2. Trade Terms: The drawee argued that the remitting bank should have been aware "that there was a significant difference between the commercial terms "raw cotton lint" as referred to in an earlier letter of credit document involving [the fraudster], and raw cotton, the commodity sought by the buyer." The appellate court agreed with the trial court that the remitting bank had "no legal obligation" "to know or appreciate the difference between these two trade terms. "The bank is not expected or required to be familiar with or to consider the customs of, or the special meaning or effect given to particular terms in the trade," quoting from Marino Indus. Corp. v. Chase Manhattan Bank N.A., 686 F.2d 112, 115 (2d Cir. 1982). 3. Collection, Duty of Remitting Bank to Drawee: The drawee argued that the remitting bank had breached its duties of good faith to it. Noting that there was no evidence to suggest that the remitting bank had not acted in good faith, the appellate court also recited URC322 Article 15 to the effect that "moreover, banks similarly situated to [the remitting bank] in this arrangement are not responsible for the "form, sufficiency, accuracy, genuineness, falsification, or legal effect of any documents" reflecting the underlying agreement between the seller and buyer. 4. Collection, Standard of Care: The appellate court noted that the duty of the remitting bank to the drawee was that of reasonable care and similar to the standard mandated in UCC Article 4 with respect to documentary collections. The appellate court noted that "Exercising reasonable care as the remitting bank in this case does not mandate inquiry as to the bona fides of the documents involved beyond facial examination thereof."

Comment: The decision in this case is eminently correct. The opinion, however, contains several nuances that are somewhat unpolished and could be subject to misinterpretation.

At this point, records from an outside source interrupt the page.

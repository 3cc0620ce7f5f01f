// Additional protection by an RCD of IΔn ≤ 30 mA, not time-delayed, where the rule set requires it
// (rules.additional_protection): socket-outlets up to 32 A and mobile equipment up to 32 A used
// outdoors (IEC 60364-4-41 / BS 7671, 411.3.3); under BS 7671 also a.c. final circuits supplying
// luminaires in dwellings (411.3.4) and cables concealed less than 50 mm deep without earthed
// covering or mechanical protection (522.6.202/203). A time-delayed (S) RCD does not give it; an RCD
// of unrecorded type cannot be shown to. Without it: `fail`, or `attention` with the documented
// reason (rcd_exemption) where the set allows one — for socket-outlets other than in dwellings.
// The socket-outlet and outdoor rules are on the socket-outlet's or the equipment's rating, which
// circuits.csv does not record: on a circuit above it the requirement is uncertain, and the RCD's
// absence `attention`, never `n/a`.
import type { Check } from '../types.js';
import { fmt } from '../../model/units.js';
import { hasSockets } from '../circuit-facts.js';
import { notApplicable, result } from './result.js';

const id = 'additional-protection';

export const additionalProtection: Check = ({ circuit, rules }) => {
  const ap = rules.additional_protection;
  const dwelling = rules.premises === 'dwelling';
  const reasons: { why: string; clause: string; exemptable: boolean; unsure?: true }[] = [];
  const exemptable = ap.socket_exemption_outside_dwellings && !dwelling;
  if (hasSockets(circuit) && circuit.rating_a <= ap.sockets_upto_a) {
    reasons.push({ why: `socket-outlets on a ${fmt(circuit.rating_a)} A circuit (up to ${ap.sockets_upto_a} A)`, clause: ap.clauses.sockets, exemptable });
  } else if (hasSockets(circuit)) {
    // the rule is on the socket-outlet's own rating, which circuits.csv does not record: a circuit
    // above it may still supply smaller ones (a cooker control unit's socket-outlet)
    reasons.push({ why: `socket-outlets rated up to ${ap.sockets_upto_a} A, if this ${fmt(circuit.rating_a)} A circuit's are (their rating is not recorded; a cooker control unit's, for one, is smaller)`, clause: ap.clauses.sockets, exemptable, unsure: true });
  }
  if (circuit.outdoors && circuit.rating_a <= ap.outdoor_upto_a) {
    reasons.push({ why: `equipment used outdoors on a ${fmt(circuit.rating_a)} A circuit (up to ${ap.outdoor_upto_a} A)`, clause: ap.clauses.outdoor, exemptable: false });
  } else if (circuit.outdoors) {
    reasons.push({ why: `mobile equipment rated up to ${ap.outdoor_upto_a} A used outdoors, if this ${fmt(circuit.rating_a)} A circuit supplies any (the equipment's rating is not recorded)`, clause: ap.clauses.outdoor, exemptable: false, unsure: true });
  }
  if (ap.luminaires_in_dwellings && dwelling && circuit.kind === 'lighting') {
    reasons.push({ why: 'luminaires in a dwelling', clause: ap.clauses.luminaires, exemptable: false });
  }
  if (ap.concealed_cables && circuit.concealed) {
    reasons.push({ why: 'cable concealed less than 50 mm deep without earthed covering or mechanical protection', clause: ap.clauses.concealed, exemptable: false });
  }
  if (reasons.length === 0) {
    return notApplicable(id, `not required by ${rules.set_name}: no socket-outlets up to ${ap.sockets_upto_a} A, no equipment used outdoors${ap.luminaires_in_dwellings ? ', no luminaires in a dwelling' : ''}${ap.concealed_cables ? ', no concealed cable' : ''}`);
  }
  const required = `required for ${reasons.map((r) => `${r.why} (${r.clause})`).join('; ')}`;
  const numbers = { value: circuit.rcd_ma ?? null, limit: ap.max_ma, unit: 'mA' };
  const ma = circuit.rcd_ma;
  const delayed = circuit.rcd_type?.endsWith('-S') ?? false;
  if (ma !== undefined && ma <= ap.max_ma && !delayed) {
    if (circuit.rcd_type === undefined) {
      return result(id, 'attention', `${fmt(ma)} mA RCD of unrecorded type: a time-delayed (S) RCD does not give additional protection, so rcd_type is needed; ${required}`, numbers);
    }
    return result(id, 'pass', `${fmt(ma)} mA type ${circuit.rcd_type} RCD ≤ ${ap.max_ma} mA, not time-delayed: additional protection ${required}`, numbers);
  }
  const lacking = ma === undefined ? 'no RCD' : delayed ? `a time-delayed ${fmt(ma)} mA RCD (type ${circuit.rcd_type}) does not give additional protection` : `the ${fmt(ma)} mA RCD is above ${ap.max_ma} mA`;
  const exemption = circuit.rcd_exemption?.trim();
  if (exemption && reasons.every((r) => r.exemptable)) {
    return result(id, 'attention', `${lacking}; ${required}; omitted under ${ap.clauses.exemption}: "${exemption}"`, numbers);
  }
  const refused = exemption ? `; the exemption given ("${exemption}") is not allowed here${dwelling ? ' (premises: dwelling)' : ''}` : '';
  if (reasons.every((r) => r.unsure)) {
    return result(id, 'attention', `${lacking}: an RCD of IΔn ≤ ${ap.max_ma} mA, not time-delayed, is ${required}${refused}`, numbers);
  }
  return result(id, 'fail', `${lacking}: an RCD of IΔn ≤ ${ap.max_ma} mA, not time-delayed, is ${required}${refused}`, numbers);
};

1. While the court is correct that banks in collections are not responsible for trade terms, it does not go far enough. Moreover, it cites a LC case to support that proposition. Collections are significantly different from LC transactions, as this decision so properly recognizes. One difference is that in LC transactions banks must examine the documents. Therefore, it is necessary to have a rule that banks are not responsible for the meaning of technical trade terms. There would be no authority for that proposition with respect to collections-which is probably why the court cited an LC case. In a collection, the bank would never even notice the trade term because it does not examine the documents at all. The subsequent citation of URC322 Article 15 to the effect that banks are not responsible for the genuineness of documents could reinforce this impression. To be sure, they are not responsible for the genuineness of documents. Even more, they are not responsible for examining anything beyond the collection order 2001 LC CASE SUMMARIES

2. The court, probably taking its cue from the attorneys who should have known better, refers to the remitting bank as a "collecting bank". URC322 General Provision B2 defines a "collecting bank" as "any bank other than the remitting bank, involved in processing a collection order."